This is all fallout of not having generics.
The fact that they needed to make a map a part of the language in order to allow it to be generic and statically-typed proves that generics are useful and should therefore have been a language feature much earlier than they became one.
There are a variety of things that the standard library or compiler deal with using weird workarounds that seem to indicate missing language features.
The thing is, the features are only "missing" if the language is designed to do the things those features permit. So the counterargument is that Go is a very opinionated language designed to do solve a few classes of problem very easily, like writing database-backed web services, and the reason the standard library or compiler teams have to do weird hacks at times is because Go wasn't made for writing those things, and designing to make those use cases easy would pollute the language from the perspective of someone using it for its intended purpose.
I used Go extensively at my last job and I was left feeling that there were pretty much always better choices. If you care about developer velocity with your more unskilled engineers, Go is a bad choice for a multitude of reasons. If you're going to need the performance over something else, the JVM is right there, and so too is Rust.

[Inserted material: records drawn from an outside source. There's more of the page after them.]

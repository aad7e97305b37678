/**
 * Attenuation due to clouds — ITU-R P.840: Rayleigh absorption by cloud liquid
 * water with the double-Debye permittivity of water (P.840 §2).
 */
import { slantPathFactor } from './p676.js';
import { checkAtLeast, checkRange, type Interval } from './range.js';

export const P840_VALIDITY = { frequencyGHz: [1, 1000] as Interval, elevationDeg: [0, 90] as Interval };

/** K_l (dB/km)/(g/m³) — ITU-R P.840 §2. */
export function cloudSpecificCoefficient(a: { frequencyGHz: number; temperatureK: number }): number {
  const fn = 'cloudSpecificCoefficient';
  checkRange(fn, 'frequencyGHz', a.frequencyGHz, P840_VALIDITY.frequencyGHz, 'GHz');
  checkRange(fn, 'temperatureK', a.temperatureK, [200, 330], 'K');
  const f = a.frequencyGHz;
  const th = 300 / a.temperatureK - 1;
  const e0 = 77.66 + 103.3 * th, e1 = 0.0671 * e0, e2 = 3.52;
  const fp = 20.2 - 146 * th + 316 * th * th, fs = 39.8 * fp;
  const rp = 1 + (f / fp) ** 2, rs = 1 + (f / fs) ** 2;
  const epp = (f * (e0 - e1)) / (fp * rp) + (f * (e1 - e2)) / (fs * rs);
  const ep = (e0 - e1) / rp + (e1 - e2) / rs + e2;
  const eta = (2 + ep) / epp;
  return (0.819 * f) / (epp * (1 + eta * eta));
}

/**
 * Equivalent thickness used only for the low-elevation path factor of clouds
 * (assumption of this project, no published source: a cloud layer within the
 * first ~2 km). Only matters below 5°.
 */
export const CLOUD_LOW_ELEVATION_HEIGHT_KM = 2;

/**
 * Slant cloud attenuation A = L K_l(f, 273.15 K) / sin θ (dB) — ITU-R P.840 §3,
 * stated for 5° ≤ θ ≤ 90°. Below 5° the 1/sin θ is replaced by the same
 * curved-path factor as the gases (slantPathFactor in p676.ts, matched to
 * 1/sin θ at 5°, so continuous) for a layer of CLOUD_LOW_ELEVATION_HEIGHT_KM.
 */
export function cloudAttenuation(a: { frequencyGHz: number; elevationDeg: number; liquidWaterKgM2: number }): number {
  const fn = 'cloudAttenuation';
  checkRange(fn, 'elevationDeg', a.elevationDeg, P840_VALIDITY.elevationDeg, 'deg');
  checkAtLeast(fn, 'liquidWaterKgM2', a.liquidWaterKgM2, 0, 'kg/m²');
  const kl = cloudSpecificCoefficient({ frequencyGHz: a.frequencyGHz, temperatureK: 273.15 });
  return a.liquidWaterKgM2 * kl * slantPathFactor(a.elevationDeg, CLOUD_LOW_ELEVATION_HEIGHT_KM);
}
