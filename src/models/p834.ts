/**
 * Tropospheric refraction of the elevation angle — ITU-R P.834 (from memory):
 * τ(h, θ) = 1 / [1.314 + 0.6437 θ + 0.02869 θ² + h (0.2305 + 0.09428 θ + 0.01096 θ²) + 0.008583 h²] deg,
 * θ the free-space (true) elevation in degrees, h the station height in km.
 * P.834 gives it for 0 ≤ h ≤ 3 km and low elevations; above 10° we keep using it
 * (τ < 0.1°, ≈ 0.003° at 90°, a harmless overestimate of a negligible term).
 * Below 0° it is accepted down to −1° (a satellite just below the geometric
 * horizon can appear above it); the formula's pole lies near −2.3°.
 */
import { checkRange, type Interval } from './range.js';

export const P834_VALIDITY = { elevationDeg: [-1, 90] as Interval, heightKm: [0, 3] as Interval };

/** Refraction correction τ (deg) to add to the true elevation — ITU-R P.834 (from memory). */
export function refractionDeg(a: { elevationDeg: number; heightKm: number }): number {
  checkRange('refractionDeg', 'elevationDeg', a.elevationDeg, P834_VALIDITY.elevationDeg, 'deg');
  checkRange('refractionDeg', 'heightKm', a.heightKm, P834_VALIDITY.heightKm, 'km');
  const t = a.elevationDeg, h = a.heightKm;
  return 1 / (1.314 + 0.6437 * t + 0.02869 * t * t + h * (0.2305 + 0.09428 * t + 0.01096 * t * t) + 0.008583 * h * h);
}

/** Apparent elevation θ + τ(h, θ) (deg), capped at 90° — ITU-R P.834 (from memory). */
export function apparentElevationDeg(a: { elevationDeg: number; heightKm: number }): number {
  return Math.min(90, a.elevationDeg + refractionDeg(a));
}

Like it sure is hard to write a grammar checker in WUFFS. Well, it's not for that, it's a special purpose language, it doesn't even have strings, stop trying to write a grammar checker.
For a general purpose language this is a poor excuse. I think the best argument might be a desire to avoid the Turing Tar-pit where everything is possible but nothing is easy. C++ allows you to write a type that's generic over the floating point values, so e.g. Foo<NaN>. What does that mean? Nothing useful. But they could so they did.
In avoiding the Turing Tar-pit you must make some choices which weren't necessary but were, in your opinion (as Benevolent dictator, Steering Committee, Riotous Assembly Of Interested People, or whatever) more aesthetic, more practical for some particular purpose you had in mind, easier to implement or whatever.
My impression with Go, which I spent a few years programming but never really loved, was that it's main value was in being surprisingly efficient for that type of language. Particularly startup of Go is good, which would matter for gojq for example.
Also, some people would argue any map is unsuitable for many use cases of jq. If you want to keep the keys in the order of the input file, it certainly isn’t.
And yes, formally, json doesn’t change when reordering keys, but json often is treated as text and then, it is. You can use jq, for example, to do some transforms on a json file and get a nice git diff.
This tool may (or may not) produce a diff that’s much larger than necessary.